Crows bring EMS to Red Flag 23-1

  • Published
  • By By 1st Lt. Benjamin Aronson
  • 350th Spectrum Warfare Wing Public Affairs

Red Flag 23-1 wrapped up earlier this month with close to 100 platforms and 3,000 coalition servicemembers in attendance, including Crows from the 350th Spectrum Warfare Wing who provided warfighters with Electromagnetic Spectrum (EMS) support to accomplish their first ten combat missions.

The 350th SWW sent the 36th Electronic Warfare Squadron, 39th EWS, 87th EWS and the 453rd EWS to support warfighters with support ranging from assessment of platforms to mission planning and threat analysis.

While each of the squadrons had their own specific mission at Red Flag, the mission that connected the 36th EWS, 87th EWS and 453rd EWS was testing Agile Integrated Reprograming (AIR), a concept of operations to overcome Electromagnetic Warfare Integrated Reprogramming (EWIR) deficiencies to provide warfighters with Mission Data File (MDF) updates in a dynamic threat environment.

“I knew from the start we had to get ourselves into training exercises,” said Capt. Philip Liotta, 36th EWS weapons and tactics flight commander. “The only way the warfighter is going to know this [faster updates to Mission Data] is important, is by giving the environment where WARMs [War Reserve Modes] are theoretically active so they understand what is happening to their systems and why it’s important to be reprogramed.”

The 453rd EWS’ role in AIR involved validating simulated threat information and transmitting the report to the 36th EWS reprogramming center who used that data to produce new MDFs that capture the novel signals and delivered it back to aircraft.

Outside of AIR, the 453rd EWS’ presence included an analysis team and a mission planning team, supplemented by the 39th EWS, that supported the Intelligence, Surveillance and Reconnaissance mission at Red Flag.

“The analysis team and the mission planning team work completely separately,” said Maj. Caitlyn DeFabo, 453rd EWS director of operations. “The mission planning team would use IMOM [Improved Many-on-Many software] to show the EM [Electromagnetic] operating environment for aircrew mission planning to fly around threats, so they don’t get shot at. The analysis team worked at execution, when the planes were flying, to let them know when threats came up in the near real time.”

To ensure that aircraft could properly detect and respond to these simulated threats at Red Flag, the 87th EWS executed its COMBAT SHIELD mission and assessed Electronic Warfare (EW) capabilities such as radar warning receivers, electronic attacks pods, high-speed anti-radiation missiles, and HARM targeting systems.

The 87th EWS’s detachment at Nellis AFB provided COMBAT SHIELD support to three units, evaluating platforms such as the HH-60, HC-130 and F-16 to identify areas in the EW process that can be improved.
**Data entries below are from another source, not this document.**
def strike_figure(rows: Sequence[StrikeRow], te_range: tuple[float, float]) -> Any | None:
    """Thickness, break, bulge and end shear from transect to transect; None for fewer than two transects.

    ``te_range``: search range of the thickness, m, at which intervals that the data leave open end in an arrow.
    """
    if len(rows) < 2:
        return None
    known_along = all(row.along is not None for row in rows)
    x = np.array([row.number if row.along is None or not known_along else row.along / 1e3 for row in rows], dtype=float)
    order = np.argsort(x, kind="stable")
    has_break = any(row.break_position is not None for row in rows)
    has_bulge = any(row.bulge is not None for row in rows)
    has_shear = any(row.end_shear.value is not None for row in rows)
    panels = 1 + (has_break or has_bulge) + has_shear
    height = 0.5 + 1.75 * panels
    figure = new_figure(height)
    grid = figure.add_gridspec(panels, 1, left=0.115, right=0.985, hspace=0.16)
    grid.update(top=1.0 - 0.22 / height, bottom=0.5 / height)
    first = figure.add_subplot(grid[0])
    _tidy(first)
    limits = _thickness_limits([row.thickness for row in rows], te_range)
    linewidth = 1.0 if len(rows) > 60 else 2.2
    for at, row in zip(x, rows):
        if row.thickness.value is None:
            first.plot([at], [limits[0]], clip_on=False, zorder=5, **_PICK)
        else:
            _interval_bar(first, at, row.thickness, limits, True, color=PLATE, linewidth=linewidth)
    _log_km(first, "y", *limits)
    _name(first, y=tr("elastic thickness, km"))
    axes = [first]
    if has_break or has_bulge:
        places = figure.add_subplot(grid[1], sharex=first)
        _tidy(places)
        for words, values, style in (
            (tr("break"), [row.break_position for row in rows], {"color": LOAD, "marker": "s", "linestyle": "--"}),
            (tr("bulge"), [row.bulge for row in rows], {"color": PLATE, "marker": "^", "linestyle": "-"}),
        ):
            km = np.array([np.nan if value is None else value / 1e3 for value in values])
            if np.isfinite(km).any():
                places.plot(x[order], km[order], markersize=5, linewidth=1.0, markeredgecolor=INK, label=words, **style)
        places.legend(loc="best", ncol=2, **{**_LEGEND, "frameon": True}, framealpha=0.85, edgecolor="none")
        _name(places, y=tr("from line's start, km"))
        axes.append(places)
    if has_shear:
        shear = figure.add_subplot(grid[panels - 1], sharex=first)
        _tidy(shear)
        for at, row in zip(x, rows):
            value = row.end_shear
            if value.value is None:
                continue
            if value.low is not None and value.high is not None:
                sides = [value.low / 1e12, value.high / 1e12]
                shear.plot([at, at], sides, color=INK, linewidth=1.4, marker="_", markersize=6)
            shear.plot([at], [value.value / 1e12], marker="o", markerfacecolor="white", markeredgecolor=INK)
        shear.axhline(0.0, color=FAINT, linewidth=0.8)
        _name(shear, y=tr("end shear, 10¹² N/m"))
        axes.append(shear)
    for each in axes[:-1]:
        each.tick_params(labelbottom=False)
    if not known_along:
        from matplotlib.ticker import MaxNLocator

        axes[-1].xaxis.set_major_locator(MaxNLocator(integer=True, nbins=16))
    _name(axes[-1], tr("distance along strike, km") if known_along else tr("number of the transect"))
    figure.align_ylabels()
    return figure
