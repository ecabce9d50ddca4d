"""The example models run through qgis_process and give the layers that the algorithms called one by one give."""

import json
from pathlib import Path

import pytest

pytest.importorskip("qgis")

from running import rows

MODELS = Path(__file__).resolve().parents[2] / "plugin" / "models"


@pytest.fixture(scope="module")
def demo(headless, tmp_path_factory):
    """The demo's folder."""
    folder = tmp_path_factory.mktemp("demo")
    headless.run("demolayers", {"OUTPUT_FOLDER": str(folder)})
    return folder


def run_model(headless, name, parameters):
    """Run a model by its file."""
    words = [f"--{key}={value}" for key, value in parameters.items()]
    done = headless.call("--json", "run", str(MODELS / f"{name}.model3"), *words)
    assert done.returncode == 0, done.stdout[-2000:] + done.stderr[-2000:]
    return json.loads(done.stdout)["results"]


def same(one, other):
    """Whether two layers hold the same values and places."""
    first, second = rows(str(one)), rows(str(other))
    assert len(first) == len(second) > 0
    for left, right in zip(first, second):
        assert left.pop("geometry").asWkt(3) == right.pop("geometry").asWkt(3)
        left.pop("fid", None), right.pop("fid", None)
        assert left == right


def test_front_line_to_fitted_margin(headless, demo, tmp_path):
    """laytransects, then fittransects on its result."""
    run_model(
        headless,
        "front_line_to_fitted_margin",
        {
            "front_line": demo / "harrow_front_line.gpkg",
            "relief": demo / "relief.tif",
            "bent_surface": demo / "basement.tif",
            "setting": 2,
            "spacing": 60,
            "length": 500,
            "laytransects:Transects": tmp_path / "model_transects.gpkg",
            "fittransects:Profiles": tmp_path / "model_profiles.gpkg",
            "fittransects:Stations": tmp_path / "model_stations.gpkg",
        },
    )
    laid = tmp_path / "transects.gpkg"
    headless.run(
        "laytransects",
        {"GUIDE": demo / "harrow_front_line.gpkg", "SPACING_KM": 60, "AFTER_KM": 500, "TRANSECTS": laid},
    )
    headless.run(
        "fittransects",
        {
            "TRANSECTS": laid,
            "NAME_FIELD": "name",
            "DEM": demo / "relief.tif",
            "OBSERVED": demo / "basement.tif",
            "SETTING": 2,
            "PROFILES": tmp_path / "profiles.gpkg",
            "STATIONS": tmp_path / "stations.gpkg",
        },
    )
    for layer in ("transects", "profiles", "stations"):
        same(tmp_path / f"model_{layer}.gpkg", tmp_path / f"{layer}.gpkg")


def test_raster_and_picks_to_report(headless, demo, tmp_path):
    """fittransects with raster and picks together, and its report."""
    given = {
        "transects": demo / "harrow_front.gpkg",
        "relief": demo / "relief.tif",
        "bent_surface": demo / "basement.tif",
        "picks": demo / "picks.gpkg",
        "pick_elevation": "elevation_m",
        "setting": 2,
    }
    run_model(
        headless,
        "raster_and_picks_to_report",
        {
            **given,
            "fittransects:Profiles": tmp_path / "model_profiles.gpkg",
            "fittransects:Stations": tmp_path / "model_stations.gpkg",
            "fittransects:Report": tmp_path / "model.html",
        },
    )
    headless.run(
        "fittransects",
        {
            "TRANSECTS": given["transects"],
            "DEM": given["relief"],
            "OBSERVED": given["bent_surface"],
            "PICKS": given["picks"],
            "PICK_ELEVATION": "elevation_m",
            "SETTING": 2,
            "PROFILES": tmp_path / "profiles.gpkg",
            "STATIONS": tmp_path / "stations.gpkg",
            "REPORT": tmp_path / "report.html",
        },
    )
    for layer in ("profiles", "stations"):
        same(tmp_path / f"model_{layer}.gpkg", tmp_path / f"{layer}.gpkg")
    page = (tmp_path / "model.html").read_text(encoding="utf-8")
    assert "<svg" in page and "http://" not in page.replace("http://www.w3.org", "")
This effort directly supports COMBAT SHIELD’s adaption to the AFFORGEN deployment cycle, evaluating fighter and rescue units within their deployment window as they attend exercises for training.

“These assessments are important because it offers operational units at Red Flag an opportunity to use their EW systems against simulated adversaries to the best of their abilities,” said Master Sgt. Nathaniel Gross, 87th EWS COMBAT SHIELD flight chief. “Without these assessments and assurance of EW effectiveness, units run the risk of being [simulated] shot down during the exercise.”

The execution of these missions at Red Flag 23-1 by the 350th SWW are just one way that the Air Force is reinvesting in EMS dominance and increasing warfighter lethality to take on any challenge.

“Looking at our competition now, EW is going to be a much bigger factor in future combat compared to what I had for my first combat missions in Afghanistan, Iraq and Syria,” said DeFabo. “The 350th Spectrum Warfare Wing can use exercises such as Red Flag to prepare warfighters for their first ten combat missions while also preparing ourselves to best support them through EW assessments, near real-time threat detection, rapid reprogramming, and EM mission planning.”